- **Task directions**: The entries follow. Please return all of them exactly.

Saved entries
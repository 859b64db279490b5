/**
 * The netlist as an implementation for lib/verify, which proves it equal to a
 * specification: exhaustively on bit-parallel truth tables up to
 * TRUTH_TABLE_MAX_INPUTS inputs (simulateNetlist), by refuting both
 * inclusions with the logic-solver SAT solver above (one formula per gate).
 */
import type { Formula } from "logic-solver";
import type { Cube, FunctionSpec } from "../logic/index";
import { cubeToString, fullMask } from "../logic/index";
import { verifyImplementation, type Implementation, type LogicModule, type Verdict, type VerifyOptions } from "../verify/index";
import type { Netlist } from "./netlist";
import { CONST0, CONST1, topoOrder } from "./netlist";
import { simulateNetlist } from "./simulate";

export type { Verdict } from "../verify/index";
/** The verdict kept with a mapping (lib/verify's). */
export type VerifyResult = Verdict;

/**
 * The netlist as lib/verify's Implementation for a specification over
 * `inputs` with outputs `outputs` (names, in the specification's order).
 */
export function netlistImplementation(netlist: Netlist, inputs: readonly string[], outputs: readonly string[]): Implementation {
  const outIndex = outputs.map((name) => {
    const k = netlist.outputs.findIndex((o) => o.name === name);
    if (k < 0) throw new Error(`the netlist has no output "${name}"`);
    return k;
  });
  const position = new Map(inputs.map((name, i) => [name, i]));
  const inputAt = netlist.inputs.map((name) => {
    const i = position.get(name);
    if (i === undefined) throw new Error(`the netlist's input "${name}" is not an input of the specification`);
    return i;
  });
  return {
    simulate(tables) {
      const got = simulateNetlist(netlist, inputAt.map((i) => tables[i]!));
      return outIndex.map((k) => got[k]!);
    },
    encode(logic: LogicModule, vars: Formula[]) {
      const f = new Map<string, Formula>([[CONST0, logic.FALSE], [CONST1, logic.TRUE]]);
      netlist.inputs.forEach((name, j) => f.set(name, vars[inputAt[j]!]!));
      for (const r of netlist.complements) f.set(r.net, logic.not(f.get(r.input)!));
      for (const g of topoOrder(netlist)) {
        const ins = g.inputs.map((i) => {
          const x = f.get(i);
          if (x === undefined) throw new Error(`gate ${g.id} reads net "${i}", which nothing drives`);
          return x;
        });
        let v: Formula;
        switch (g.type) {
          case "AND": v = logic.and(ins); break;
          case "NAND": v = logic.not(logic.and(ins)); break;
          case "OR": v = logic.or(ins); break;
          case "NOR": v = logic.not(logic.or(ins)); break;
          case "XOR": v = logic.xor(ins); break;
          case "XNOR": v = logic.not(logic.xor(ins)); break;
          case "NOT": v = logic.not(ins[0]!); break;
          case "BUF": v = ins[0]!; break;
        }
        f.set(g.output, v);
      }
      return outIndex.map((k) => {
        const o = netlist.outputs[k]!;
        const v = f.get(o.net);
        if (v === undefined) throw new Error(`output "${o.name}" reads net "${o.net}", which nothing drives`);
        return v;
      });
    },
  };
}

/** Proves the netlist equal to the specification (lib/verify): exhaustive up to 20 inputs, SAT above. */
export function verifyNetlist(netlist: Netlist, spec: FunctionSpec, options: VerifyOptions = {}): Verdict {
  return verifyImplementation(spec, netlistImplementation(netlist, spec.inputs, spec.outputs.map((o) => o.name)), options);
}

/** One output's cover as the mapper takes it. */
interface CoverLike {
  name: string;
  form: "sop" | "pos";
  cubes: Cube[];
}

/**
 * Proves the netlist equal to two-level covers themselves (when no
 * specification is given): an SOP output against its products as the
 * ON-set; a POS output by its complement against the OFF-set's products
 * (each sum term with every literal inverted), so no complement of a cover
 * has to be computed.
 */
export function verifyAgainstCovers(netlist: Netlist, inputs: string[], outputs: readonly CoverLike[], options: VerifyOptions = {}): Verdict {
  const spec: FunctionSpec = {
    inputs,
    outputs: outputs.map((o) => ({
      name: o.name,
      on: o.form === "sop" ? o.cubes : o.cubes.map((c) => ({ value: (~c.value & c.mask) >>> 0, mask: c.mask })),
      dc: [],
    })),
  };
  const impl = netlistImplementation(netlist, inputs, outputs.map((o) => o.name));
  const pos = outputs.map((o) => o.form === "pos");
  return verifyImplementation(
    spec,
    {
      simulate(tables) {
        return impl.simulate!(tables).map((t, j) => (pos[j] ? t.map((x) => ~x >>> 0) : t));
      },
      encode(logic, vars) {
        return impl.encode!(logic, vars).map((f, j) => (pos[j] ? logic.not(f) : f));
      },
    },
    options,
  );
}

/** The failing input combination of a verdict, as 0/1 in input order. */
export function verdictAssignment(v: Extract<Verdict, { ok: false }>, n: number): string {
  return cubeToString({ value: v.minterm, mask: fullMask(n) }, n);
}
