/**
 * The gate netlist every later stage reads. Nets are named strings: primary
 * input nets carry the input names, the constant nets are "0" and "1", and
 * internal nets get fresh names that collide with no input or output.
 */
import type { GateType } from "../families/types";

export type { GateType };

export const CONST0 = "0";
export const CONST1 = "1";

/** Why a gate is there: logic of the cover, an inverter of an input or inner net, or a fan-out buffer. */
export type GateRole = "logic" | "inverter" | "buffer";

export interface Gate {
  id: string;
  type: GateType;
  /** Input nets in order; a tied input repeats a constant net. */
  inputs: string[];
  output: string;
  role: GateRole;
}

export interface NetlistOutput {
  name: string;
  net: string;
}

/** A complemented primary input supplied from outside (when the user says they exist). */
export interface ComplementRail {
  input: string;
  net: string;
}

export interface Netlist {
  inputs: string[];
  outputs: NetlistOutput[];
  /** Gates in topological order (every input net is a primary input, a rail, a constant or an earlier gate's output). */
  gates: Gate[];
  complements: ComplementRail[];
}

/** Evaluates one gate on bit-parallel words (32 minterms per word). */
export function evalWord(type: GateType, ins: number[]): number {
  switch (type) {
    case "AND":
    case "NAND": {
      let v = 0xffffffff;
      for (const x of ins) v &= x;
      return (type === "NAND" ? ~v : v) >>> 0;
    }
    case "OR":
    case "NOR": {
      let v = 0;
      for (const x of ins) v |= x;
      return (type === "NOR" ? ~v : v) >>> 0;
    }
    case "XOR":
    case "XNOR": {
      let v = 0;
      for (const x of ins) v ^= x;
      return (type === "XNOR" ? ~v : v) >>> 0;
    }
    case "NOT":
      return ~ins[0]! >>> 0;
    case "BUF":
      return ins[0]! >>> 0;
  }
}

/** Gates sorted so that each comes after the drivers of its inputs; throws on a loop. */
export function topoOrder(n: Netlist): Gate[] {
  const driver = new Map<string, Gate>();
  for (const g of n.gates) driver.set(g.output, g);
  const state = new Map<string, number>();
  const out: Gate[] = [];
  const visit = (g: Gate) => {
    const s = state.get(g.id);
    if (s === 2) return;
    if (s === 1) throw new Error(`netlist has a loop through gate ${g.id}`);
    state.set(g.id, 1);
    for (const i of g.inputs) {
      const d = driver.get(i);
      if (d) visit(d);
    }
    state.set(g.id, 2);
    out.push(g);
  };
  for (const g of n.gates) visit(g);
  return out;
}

- **Answer to this task**:
repository 859b64db279490b5
/**
 * The netlist as an implementation for lib/verify, which proves it equal to a
 * specification: exhaustively on bit-parallel truth tables up to
 * TRUTH_TABLE_MAX_INPUTS inputs (simulateNetlist), by refuting both
 * inclusions with the logic-solver SAT solver above (one formula per gate).
 */
import type { Formula } from "logic-solver";
import type { Cube, FunctionSpec } from "../logic/index";
import { cubeToString, fullMask } from "../logic/index";
import { verifyImplementation, type Implementation, type LogicModule, type Verdict, type VerifyOptions } from "../verify/index";
import type { Netlist } from "./netlist";
import { CONST0, CONST1, topoOrder } from "./netlist";
import { simulateNetlist } from "./simulate";

export type { Verdict } from "../verify/index";
/** The verdict kept with a mapping (lib/verify's). */
export type VerifyResult = Verdict;

/**
 * The netlist as lib/verify's Implementation for a specification over
 * `inputs` with outputs `outputs` (names, in the specification's order).
 */
export function netlistImplementation(netlist: Netlist, inputs: readonly string[], outputs: readonly string[]): Implementation {
  const outIndex = outputs.map((name) => {
    const k = netlist.outputs.findIndex((o) => o.name === name);
    if (k < 0) throw new Error(`the netlist has no output "${name}"`);
    return k;
  });
  const position = new Map(inputs.map((name, i) => [name, i]));
  const inputAt = netlist.inputs.map((name) => {
    const i = position.get(name);
    if (i === undefined) throw new Error(`the netlist's input "${name}" is not an input of the specification`);
    return i;
  });
  return {
    simulate(tables) {
      const got = simulateNetlist(netlist, inputAt.map((i) => tables[i]!));
      return outIndex.map((k) => got[k]!);
    },
    encode(logic: LogicModule, vars: Formula[]) {
      const f = new Map<string, Formula>([[CONST0, logic.FALSE], [CONST1, logic.TRUE]]);
      netlist.inputs.forEach((name, j) => f.set(name, vars[inputAt[j]!]!));
      for (const r of netlist.complements) f.set(r.net, logic.not(f.get(r.input)!));
      for (const g of topoOrder(netlist)) {
        const ins = g.inputs.map((i) => {
          const x = f.get(i);
          if (x === undefined) throw new Error(`gate ${g.id} reads net "${i}", which nothing drives`);
          return x;
        });
        let v: Formula;
        switch (g.type) {
          case "AND": v = logic.and(ins); break;
          case "NAND": v = logic.not(logic.and(ins)); break;
          case "OR": v = logic.or(ins); break;
          case "NOR": v = logic.not(logic.or(ins)); break;
          case "XOR": v = logic.xor(ins); break;
          case "XNOR": v = logic.not(logic.xor(ins)); break;
          case "NOT": v = logic.not(ins[0]!); break;
          case "BUF": v = ins[0]!; break;
        }
        f.set(g.output, v);
      }
      return outIndex.map((k) => {
        const o = netlist.outputs[k]!;
        const v = f.get(o.net);
        if (v === undefined) throw new Error(`output "${o.name}" reads net "${o.net}", which nothing drives`);
        return v;
      });
    },
  };
}

/** Proves the netlist equal to the specification (lib/verify): exhaustive up to 20 inputs, SAT above. */
export function verifyNetlist(netlist: Netlist, spec: FunctionSpec, options: VerifyOptions = {}): Verdict {
  return verifyImplementation(spec, netlistImplementation(netlist, spec.inputs, spec.outputs.map((o) => o.name)), options);
}

/** One output's cover as the mapper takes it. */
interface CoverLike {
  name: string;
  form: "sop" | "pos";
  cubes: Cube[];
}

/**
 * Proves the netlist equal to two-level covers themselves (when no
 * specification is given): an SOP output against its products as the
 * ON-set; a POS output by its complement against the OFF-set's products
 * (each sum term with every literal inverted), so no complement of a cover
 * has to be computed.
 */
export function verifyAgainstCovers(netlist: Netlist, inputs: string[], outputs: readonly CoverLike[], options: VerifyOptions = {}): Verdict {
  const spec: FunctionSpec = {
    inputs,
    outputs: outputs.map((o) => ({
      name: o.name,
      on: o.form === "sop" ? o.cubes : o.cubes.map((c) => ({ value: (~c.value & c.mask) >>> 0, mask: c.mask })),
      dc: [],
    })),
  };
  const impl = netlistImplementation(netlist, inputs, outputs.map((o) => o.name));
  const pos = outputs.map((o) => o.form === "pos");
  return verifyImplementation(
    spec,
    {
      simulate(tables) {
        return impl.simulate!(tables).map((t, j) => (pos[j] ? t.map((x) => ~x >>> 0) : t));
      },
      encode(logic, vars) {
        return impl.encode!(logic, vars).map((f, j) => (pos[j] ? logic.not(f) : f));
      },
    },
    options,
  );
}

/** The failing input combination of a verdict, as 0/1 in input order. */
export function verdictAssignment(v: Extract<Verdict, { ok: false }>, n: number): string {
  return cubeToString({ value: v.minterm, mask: fullMask(n) }, n);
}
/**
 * The gate netlist every later stage reads. Nets are named strings: primary
 * input nets carry the input names, the constant nets are "0" and "1", and
 * internal nets get fresh names that collide with no input or output.
 */
import type { GateType } from "../families/types";

export type { GateType };

export const CONST0 = "0";
export const CONST1 = "1";

/** Why a gate is there: logic of the cover, an inverter of an input or inner net, or a fan-out buffer. */
export type GateRole = "logic" | "inverter" | "buffer";

export interface Gate {
  id: string;
  type: GateType;
  /** Input nets in order; a tied input repeats a constant net. */
  inputs: string[];
  output: string;
  role: GateRole;
}

export interface NetlistOutput {
  name: string;
  net: string;
}

/** A complemented primary input supplied from outside (when the user says they exist). */
export interface ComplementRail {
  input: string;
  net: string;
}

export interface Netlist {
  inputs: string[];
  outputs: NetlistOutput[];
  /** Gates in topological order (every input net is a primary input, a rail, a constant or an earlier gate's output). */
  gates: Gate[];
  complements: ComplementRail[];
}

/** Evaluates one gate on bit-parallel words (32 minterms per word). */
export function evalWord(type: GateType, ins: number[]): number {
  switch (type) {
    case "AND":
    case "NAND": {
      let v = 0xffffffff;
      for (const x of ins) v &= x;
      return (type === "NAND" ? ~v : v) >>> 0;
    }
    case "OR":
    case "NOR": {
      let v = 0;
      for (const x of ins) v |= x;
      return (type === "NOR" ? ~v : v) >>> 0;
    }
    case "XOR":
    case "XNOR": {
      let v = 0;
      for (const x of ins) v ^= x;
      return (type === "XNOR" ? ~v : v) >>> 0;
    }
    case "NOT":
      return ~ins[0]! >>> 0;
    case "BUF":
      return ins[0]! >>> 0;
  }
}

/** Gates sorted so that each comes after the drivers of its inputs; throws on a loop. */
export function topoOrder(n: Netlist): Gate[] {
  const driver = new Map<string, Gate>();
  for (const g of n.gates) driver.set(g.output, g);
  const state = new Map<string, number>();
  const out: Gate[] = [];
  const visit = (g: Gate) => {
    const s = state.get(g.id);
    if (s === 2) return;
    if (s === 1) throw new Error(`netlist has a loop through gate ${g.id}`);
    state.set(g.id, 1);
    for (const i of g.inputs) {
      const d = driver.get(i);
      if (d) visit(d);
    }
    state.set(g.id, 2);
    out.push(g);
  };
  for (const g of n.gates) visit(g);
  return out;
}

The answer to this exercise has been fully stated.